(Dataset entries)
════════

def test_the_air_comes_back_once_per_order_however_many_plans_and_telescopes(site, telescope, air_brakes, users):
    from observatory_ops.registry.models import Telescope

    other = Telescope.objects.create(site=site, name="West", aperture_m=0.4, mount="fork")
    IsolationPoint.objects.create(telescope=other, energy="ac", label="West isolator")
    IsolationPoint.objects.create(telescope=other, energy="air", label="West brake air valve")
    subsystem_create(other, "brake", "West brake", counting_from=START)
    parts = [subsystem_create(scope, kind, f"{scope.name} {kind}", counting_from=START)
             for scope in (telescope, other) for kind in ("axis1_drive", "cooling_fans")]
    steps = _from_due(*parts, users=users).step_list
    assert steps.count(BRAKE_AIR_BACK) == 1
    release = steps.index(_releases(steps)[0])
    assert steps[release + 1] == BRAKE_AIR_BACK
    back_in_service = [i for i, step in enumerate(steps) if step.endswith(BACK_IN_SERVICE)]
    assert len(back_in_service) == 2  # the drives'; the fans' plans end by checking that every fan runs
    assert back_in_service and min(back_in_service) > release + 1  # before anything goes back in service


def _air_steps(steps: list[str]) -> list[str]:
    """The steps that bring brake air back, in any wording (a plan label before one ignored)."""
    return [step for step in steps if "restore the air" in step.lower() or "restore the brake air" in step.lower()]


def test_an_order_with_the_air_brake_plan_brings_the_air_back_once_in_the_words_for_every_axis(air_brakes, users):
    steps = _from_due(air_brakes, users=users).step_list
    assert _air_steps(steps) == [BRAKE_AIR_BACK]
    assert steps[steps.index(_releases(steps)[0]) + 1] == BRAKE_AIR_BACK
    assert not RESTORES_BRAKE_AIR - {BRAKE_AIR_BACK} & set(steps)  # the brake plan's one-axis words are not printed


def test_one_brakes_plan_does_not_stand_in_for_the_other_axes_brakes_that_the_shared_air_releases(
    telescope, air_brakes, users
):
    """The lockout closes the one brake air valve, so every axis's brake applies; its air coming back releases them
    all. An order over the axis 1 brake's plan and the axis 2 drive brings back the air for every axis, with everyone
    clear, once: not the brake plan's own step for its axis as well."""
    subsystem_create(telescope, "brake", "Axis 2 brake", counting_from=START)
    drive = subsystem_create(telescope, "axis2_drive", "Axis 2 drive", counting_from=START)
    steps = _from_due(air_brakes, drive, users=users).step_list
    release = steps.index(_releases(steps)[0])
    assert steps[release + 1] == BRAKE_AIR_BACK and _air_steps(steps) == [BRAKE_AIR_BACK]
    assert "each axis" in BRAKE_AIR_BACK and "each brake" in BRAKE_AIR_BACK
    # Both air brakes' own plans on the order: still one step, not one per axis.
    both = _from_due(*telescope.subsystems.filter(kind="brake"), users=users).step_list
    assert _air_steps(both) == [BRAKE_AIR_BACK]
    assert both[both.index(_releases(both)[0]) + 1] == BRAKE_AIR_BACK
    # Each brake is still tested back in service, after the air.
    assert sum(step.endswith(BACK_IN_SERVICE) for step in both) == 2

════════

_TASK:_
Each line above that contains "valve" counts once; report the total of such lines and nothing more.

_REPLY TO THE EXERCISE:_
2